[Saved entries]
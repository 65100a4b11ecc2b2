import { spawn } from 'node:child_process';
import { randomBytes } from 'node:crypto';
import fs from 'node:fs';
import net from 'node:net';
import os from 'node:os';
import path from 'node:path';

import { saveServerState, signalGroup, type ServerState } from './server-state';

const ROOT = path.resolve(__dirname, '..', '..', '..');
// A cold web export takes about a minute on two cores; migrations and seeding follow.
const READY_TIMEOUT_MS = 8 * 60_000;
const POLL_MS = 500;

function freePort(): Promise<number> {
  return new Promise((resolve, reject) => {
    const probe = net.createServer();
    probe.unref();
    probe.on('error', reject);
    probe.listen(0, '127.0.0.1', () => {
      const address = probe.address();
      const port = typeof address === 'object' && address ? address.port : 0;
      probe.close(() => resolve(port));
    });
  });
}

function logTail(file: string, lines = 40): string {
  try {
    return fs.readFileSync(file, 'utf8').split('\n').slice(-lines).join('\n');
  } catch {
    return '(no server log)';
  }
}

async function waitForHealth(state: ServerState, exited: () => number | null): Promise<void> {
  const deadline = Date.now() + READY_TIMEOUT_MS;
  while (Date.now() < deadline) {
    const code = exited();
    if (code !== null) throw new Error(`npm start exited with code ${code} before it was ready:\n${logTail(state.logFile)}`);
    try {
      const response = await fetch(`${state.baseUrl}/api/health`);
      if (response.ok && (await response.json()).ok === true) return;
    } catch {
      // Not listening yet.
    }
    await new Promise((resolve) => setTimeout(resolve, POLL_MS));
  }
  throw new Error(`Server not healthy after ${READY_TIMEOUT_MS / 1000} s:\n${logTail(state.logFile)}`);
}

/** Starts the product exactly as a user does (`npm start`) against a throw-away database. */
export default async function globalSetup(): Promise<void> {
  const tmpDir = fs.mkdtempSync(path.join(os.tmpdir(), 'junctura-e2e-'));
  const port = await freePort();
  const logFile = path.join(tmpDir, 'server.log');
  const log = fs.openSync(logFile, 'a');

  // Jest sets NODE_ENV=test; start the server the way `npm start` runs for a user.
  const inherited = Object.fromEntries(Object.entries(process.env).filter(([key]) => key !== 'NODE_ENV'));
  const env: NodeJS.ProcessEnv = {
    ...(inherited as NodeJS.ProcessEnv),
    PORT: String(port),
    HOST: '127.0.0.1',
    DATABASE_URL: `sqlite:${path.join(tmpDir, 'e2e.sqlite')}`,
    SESSION_SECRET: randomBytes(32).toString('hex'),
    // The whole suite signs in more often than a person would in 15 minutes.
    AUTH_RATE_LIMIT: '10000',
  };

  const child = spawn('npm', ['start'], { cwd: ROOT, env, detached: true, stdio: ['ignore', log, log] });
  fs.closeSync(log);
  let exitCode: number | null = null;
  child.on('exit', (code, signal) => {
    exitCode = code ?? (signal ? 128 : 1);
  });
  if (child.pid === undefined) throw new Error('Could not start npm start');

  const state: ServerState = { pid: child.pid, baseUrl: `http://127.0.0.1:${port}`, tmpDir, logFile };
  saveServerState(state);
  try {
    await waitForHealth(state, () => exitCode);
  } catch (error) {
    // globalTeardown does not run when setup fails; the error already carries the log tail.
    signalGroup(child.pid, 'SIGKILL');
    fs.rmSync(tmpDir, { recursive: true, force: true });
    throw error;
  }
}
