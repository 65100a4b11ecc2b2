import { StyleSheet, View } from 'react-native';

import { TextField } from '@/components/ui';

import { usePartForm } from './form-context';

export type NumberFieldProps = {
  label: string;
  /** The unit a bare number is read in, shown after the label. */
  unit?: string;
  /** API path of the value (`soa.icMaxA`): its messages, from the form or the server, show here. */
  path: string;
  value: string;
  onChange: (text: string) => void;
  /** Names the field for screen readers when the label alone is ambiguous ("R of term 2"). */
  fullLabel?: string;
  hint?: string;
  placeholder?: string;
  size?: 'narrow' | 'normal' | 'grow' | 'cell' | 'full';
};

/** A number typed with its unit or an SI prefix ("2 ms", "500 mA"); the label names the bare unit. */
export function NumberField({ label, unit, path, value, onChange, fullLabel, hint, placeholder, size = 'grow' }: NumberFieldProps) {
  const { errorAt, touch } = usePartForm();
  const title = unit ? `${label} (${unit})` : label;
  return (
    <View style={styles[size]} testID={`field-${path}`}>
      <TextField
        label={title}
        accessibilityLabel={fullLabel ? (unit ? `${fullLabel} (${unit})` : fullLabel) : title}
        value={value}
        onChangeText={onChange}
        onBlur={() => touch(path)}
        error={errorAt(path)}
        hint={hint}
        placeholder={placeholder}
        autoCapitalize="none"
        autoCorrect={false}
      />
    </View>
  );
}

const styles = StyleSheet.create({
  narrow: { width: 124 },
  normal: { width: 180 },
  grow: { flexGrow: 1, flexBasis: 140, minWidth: 0, maxWidth: 360 },
  // Two to a row even in a phone's table.
  cell: { flexGrow: 1, flexBasis: 84, minWidth: 0, maxWidth: 360 },
  full: { width: '100%' },
});
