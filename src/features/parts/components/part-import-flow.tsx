import { useMemo, useState } from 'react';
import { StyleSheet, View } from 'react-native';

import { Button, Card, InlineAlert, LoadingState, PressableLink, Text } from '@/components/ui';
import { color, radius, spacing } from '@/constants/theme';
import { FilePicker } from '@/features/catalogues/components/file-picker';
import { MappingStep } from '@/features/catalogues/components/mapping-step';
import { PreviewTable } from '@/features/catalogues/components/preview-table';
import { RowErrors } from '@/features/catalogues/components/row-errors';
import { importFailure, type ImportFailure } from '@/features/catalogues/import-errors';
import { carryMapping, mappingProblems } from '@/features/catalogues/mapping';
import type { ImportField, ImportMapping, ImportPreview, PickedFile } from '@/features/catalogues/types';

import { useImportParts, usePreviewPartImport } from '../api';

export type PartImportFlowProps = { teamId: number; teamName: string };

type Outcome = { kind: 'imported'; count: number } | { kind: 'refused'; failure: ImportFailure } | null;

/** The Rθjc column: the server reads it into a one-Rθjc thermal model (`rthJcKPerW: { column }`). */
const RTH_FIELD: ImportField = { field: 'rthJcKPerW', label: 'Rθjc (K/W)', kind: 'number' };

const kib = (bytes: number) => `${Math.max(1, Math.round(bytes / 1024))} KiB`;

/** The preview with the Rθjc column among the fields, so the mapping step offers it. */
const withRth = (p: ImportPreview): ImportPreview => (p.fields.some((f) => f.field === RTH_FIELD.field) ? p : { ...p, fields: [...p.fields, RTH_FIELD] });

/**
 * The catalogue import for parts: choose a CSV file, check its first rows and the columns
 * (Rθjc among them), then import every row or, on any problem, none.
 */
export function PartImportFlow({ teamId, teamName }: PartImportFlowProps) {
  const preview = usePreviewPartImport();
  const importCsv = useImportParts();
  const [file, setFile] = useState<PickedFile | null>(null);
  const [shown, setShown] = useState<ImportPreview | null>(null);
  const [mapping, setMapping] = useState<ImportMapping | null>(null);
  const [outcome, setOutcome] = useState<Outcome>(null);
  const [readError, setReadError] = useState<string | null>(null);

  const labels = useMemo(() => Object.fromEntries((shown?.fields ?? []).map((f) => [f.field, f.label])), [shown]);
  const problems = mapping ? mappingProblems(mapping, labels) : [];
  if (mapping && !mapping.fields.rthJcKPerW) problems.push('Choose the column that holds Rθjc: every part needs its junction-to-case resistance.');

  const pick = async (picked: PickedFile) => {
    setOutcome(null);
    setReadError(null);
    try {
      const next = withRth(await preview.mutateAsync(picked));
      setMapping((m) => carryMapping(m, shown?.columns ?? [], next));
      setShown(next);
      setFile(picked);
    } catch (error) {
      setShown(null);
      setFile(null);
      setReadError(importFailure(error).message);
    }
  };

  const submit = async () => {
    if (!file || !mapping) return;
    setOutcome(null);
    try {
      const done = await importCsv.mutateAsync({ file, mapping, teamId });
      setOutcome({ kind: 'imported', count: done.imported });
    } catch (error) {
      setOutcome({ kind: 'refused', failure: importFailure(error) });
    }
  };

  const picker = <FilePicker label={file ? 'Choose another file' : 'Choose a CSV file'} onPick={pick} disabled={preview.isPending || importCsv.isPending} />;

  return (
    <View style={styles.flow}>
      <Card>
        <Text variant="heading">1. File</Text>
        <Text tone="muted">
          A CSV file (comma, semicolon or tab separated, UTF-8, at most 1 MiB) with one header row: name, kind, package, Tj,max and Rθjc per
          part. Each part gets one Rθjc as its thermal model; Foster or Cauer values, Zth fits, electrical and SOA models are added in the
          part’s form. Nothing is saved until you press Import, and then every row is saved or none.
        </Text>
        <View style={styles.actions}>{picker}</View>
        {preview.isPending ? <LoadingState label="Reading the file…" /> : null}
        {readError ? <InlineAlert message={`The file could not be read, nothing was saved: ${readError}`} /> : null}
        {file && shown ? (
          <Text variant="caption" tone="muted">
            {file.name} · {kib(file.size)} · {shown.rowCount} {shown.rowCount === 1 ? 'row' : 'rows'} · separated by {shown.delimiter === '\t' ? 'tabs' : `"${shown.delimiter}"`}
          </Text>
        ) : null}
      </Card>

      {shown && mapping ? (
        <>
          <Card>
            <Text variant="heading">2. First rows</Text>
            <PreviewTable columns={shown.columns} rows={shown.firstRows} />
            {shown.rowCount > shown.firstRows.length ? (
              <Text variant="caption" tone="faint">
                The first {shown.firstRows.length} of {shown.rowCount} rows.
              </Text>
            ) : null}
          </Card>
          <Card>
            <Text variant="heading">3. Columns</Text>
            <MappingStep fields={shown.fields} columns={shown.columns} mapping={mapping} onChange={setMapping} />
          </Card>
          <Card>
            <Text variant="heading">4. Import</Text>
            {problems.map((p) => (
              <InlineAlert key={p} message={p} />
            ))}
            {outcome?.kind === 'refused' ? (
              <View role="alert" style={styles.refused}>
                <Text variant="bodyStrong" tone="danger">
                  Nothing was saved.
                </Text>
                <Text tone="danger">{outcome.failure.message.replace(/^Nothing was imported:\s*/, '')}</Text>
                {outcome.failure.rows.length ? <RowErrors errors={outcome.failure.rows} total={outcome.failure.total} /> : null}
                <Text tone="muted">Fix the file and choose it again; the column choices above are kept.</Text>
              </View>
            ) : null}
            {outcome?.kind === 'imported' ? (
              <View role="status" style={styles.imported}>
                <Text variant="bodyStrong" style={styles.importedText}>
                  Imported {outcome.count} {outcome.count === 1 ? 'part' : 'parts'} into {teamName}.
                </Text>
                <PressableLink href="/parts" style={styles.link}>
                  <Text variant="bodyStrong" tone="accent">
                    Back to the library
                  </Text>
                </PressableLink>
              </View>
            ) : (
              <View style={styles.actions}>
                <Button
                  label={`Import ${shown.rowCount} ${shown.rowCount === 1 ? 'row' : 'rows'}`}
                  onPress={submit}
                  busy={importCsv.isPending}
                  disabled={problems.length > 0}
                />
                {picker}
              </View>
            )}
          </Card>
        </>
      ) : null}
    </View>
  );
}

const styles = StyleSheet.create({
  flow: { gap: spacing.lg },
  actions: { flexDirection: 'row', flexWrap: 'wrap', gap: spacing.sm },
  refused: { gap: spacing.sm, padding: spacing.md, borderRadius: radius.md, borderWidth: 1, borderColor: color.danger, backgroundColor: color.dangerSoft },
  imported: { gap: spacing.xs, padding: spacing.md, borderRadius: radius.md, borderWidth: 1, borderColor: color.success, backgroundColor: color.successSoft },
  importedText: { color: color.success },
  link: { alignSelf: 'flex-start', paddingVertical: spacing.xs },
});
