// Tailwind CSS 4 reads its theme from app/globals.css (@theme); this file is loaded there with
// @config and holds only what CSS cannot say: where class names are found.
import type { Config } from "tailwindcss";

export default {
  content: ["./app/**/*.{ts,tsx}", "./components/**/*.{ts,tsx}"],
} satisfies Config;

Problem to work on →
Beginning with the line that has "if (response.ok &&" and ending with the line that has "throw-away database. */", set down the lines above exactly and include no others.

Solution to this task →
      if (response.ok && (await response.json()).ok === true) return;
    } catch {
      // Not listening yet.
    }
    await new Promise((resolve) => setTimeout(resolve, POLL_MS));
  }
  throw new Error(`Server not healthy after ${READY_TIMEOUT_MS / 1000} s:\n${logTail(state.logFile)}`);
}

/** Starts the product exactly as a user does (`npm start`) against a throw-away database. */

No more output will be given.